Abstract

The effects of a transpalatal arch for the symmetrical derotation of rotated first molars were evaluated in 50 children, 8–13 years of age. The positions of the molars were compared with those in 34 individuals, aged 12–18 years, with normal occlusion. Prefabricated (GAC) stainless steel arches were used for 60–198 days (median time 122 days). The effect was recorded with a measuring microscope on dental casts from before and after the treatment. Molar positions were determined from the tips of the four cusps of the tooth in relation to a coordinate system based on palatal reference points. The centre of rotation of the molars during derotation were calculated from the movement of their cusps. Before derotation the first molars were significantly mesiopalatally rotated compared with the normal occlusion group. The derotation overcompensated the initial rotation. In about two-thirds of the cases the mesiobuccal cusp of the motar moved distally during the derotation. In the remaining cases it moved mesially or remained unchanged. The median distal movement was 0.3 mm on the right and 0.5 mm on the left side. Because many molars moved mesially, on average there was no gain in space in the dental arch from the derotation.
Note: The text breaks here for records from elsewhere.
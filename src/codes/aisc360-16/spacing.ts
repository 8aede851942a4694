/**
 * Spacing, end and edge rules of AISC 360-16 J3.3–J3.5 and the filler limit of J5.2, as pass/fail checks
 * measured on the hole coordinates. Each result prints the governing value and its limit.
 */
import { inchBoltSize } from "../../catalogue/bolts.js";
import { groupHoles } from "../../geometry/joint-builder.js";
import { distance, fartherThan, gaugeLines, type Line } from "../../geometry/lines.js";
import type { Hole, Joint, PlatePiece } from "../../model/joint.js";
import type { RuleCheck, Warning } from "../../model/results.js";
import type { CheckableScenario, Scenario } from "../../model/scenario.js";
import { beatsWorst, connects, forEachHolePair, groupCentroidRule, holePlates, PairThickness, platesHoles, worstRule, type Worst } from "../rule-measures.js";
import { fixedCl } from "./citation.js";
import { unitText, type UnitText } from "./display.js";
import { MM_PER_IN } from "./factors.js";
import { mapped, pushAll } from "../../model/lists.js";

/** Minimum spacing between centres of standard, oversized or slotted holes, 2⅔ d (3 d preferred). AISC 360-16 J3.3. */
export function minSpacing_mm(d_mm: number): number {
  return (8 / 3) * d_mm;
}

/** Table J3.4, in, by bolt size in inches. */
const MIN_EDGE_J34_IN: Readonly<Record<string, number>> = Object.freeze({ "0.5": 0.75, "0.625": 0.875, "0.75": 1, "0.875": 1.125, "1": 1.25, "1.125": 1.5 });
/** Table J3.4M, mm, by bolt size in mm. */
const MIN_EDGE_J34M_MM: Readonly<Record<number, number>> = Object.freeze({ 16: 22, 20: 26, 22: 28, 24: 30, 27: 34, 30: 38, 36: 46 });
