#[test]
fn two_processes_adding_at_once_keep_both_notes() {
    let workspace = Workspace::new();
    let args = [
        "add",
        "--date",
        "2026-12-01",
        "--machine",
        "press-4",
        "--title",
        "Sag",
        "--symptom",
        "speed-sags-under-load",
        "--cause",
        "compensator-sticking",
        "--fix",
        "Cleaned",
    ];
    let children: Vec<_> = (0..2)
        .map(|_| {
            let mut command = crate::harness::process(workspace.dir.path());
            command
                .arg("cases")
                .arg("--cases")
                .arg(workspace.notes())
                .args(args);
            command.stdout(std::process::Stdio::null()).spawn().unwrap()
        })
        .collect();
    for mut child in children {
        assert!(child.wait().unwrap().success());
    }
    let mut names: Vec<String> = fs::read_dir(workspace.notes())
        .unwrap()
        .map(|e| e.unwrap().file_name().into_string().unwrap())
        .collect();
    names.sort();
    assert_eq!(
        names,
        ["2026-12-01-press-4-sag-2.md", "2026-12-01-press-4-sag.md"]
    );
}

#[test]
fn add_through_the_editor_reopens_on_error() {
    let workspace = Workspace::new();
    // First save has a typo in a field name; the second is fine.
    let script = workspace.dir.path().join("editor.sh");
    let count = workspace.dir.path().join("count");
    fs::write(
        &script,
        format!(
            "#!/bin/sh\nif [ -f '{count}' ]; then field=machine; else field=machnie; touch '{count}'; fi\n\
             printf -- '---\\ndate: 2026-10-10\\n%s: trim-saw-6\\ntitle: Saw lunges\\nsymptoms: [startup-lunge]\\n\
             cause: compensator-open-at-rest\\nfix: Fitted a bleed\\n---\\nJumps at start.\\n' \"$field\" > \"$1\"\n",
            count = count.display()
        ),
    )
    .unwrap();
    let output = workspace
        .cases(&["add", "--edit"])
        .env("EDITOR", format!("sh {}", script.display()))
        .write_stdin("\n")
        .output()
        .unwrap();
    status(&output, 0);
    assert!(
        stderr(&output).contains(
            ":3:1: unknown field 'machnie' (did you mean 'machine'?)\nedit the note again? [Y/n] "
        ),
        "{}",
        stderr(&output)
    );
    assert_eq!(
        stdout(&output),
        format!(
            "added 2026-10-10-trim-saw-6-lunges: {}\n",
            workspace
                .notes()
                .join("2026-10-10-trim-saw-6-lunges.md")
                .display()
        )
    );
}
The location of the centre of derotation varied widely but it was on average located midway between the distobuccal and distopalatal cusps. In most cases the derotation resulted in a small, unintended, expansion. The study showed that mesiopalatally rotated first molars can effectively be derotated with a transpalatal arch. The effect on the mesiodistal position of the mesiobuccal cusp, and particularly with regard to space gain, is, however, unpredictable.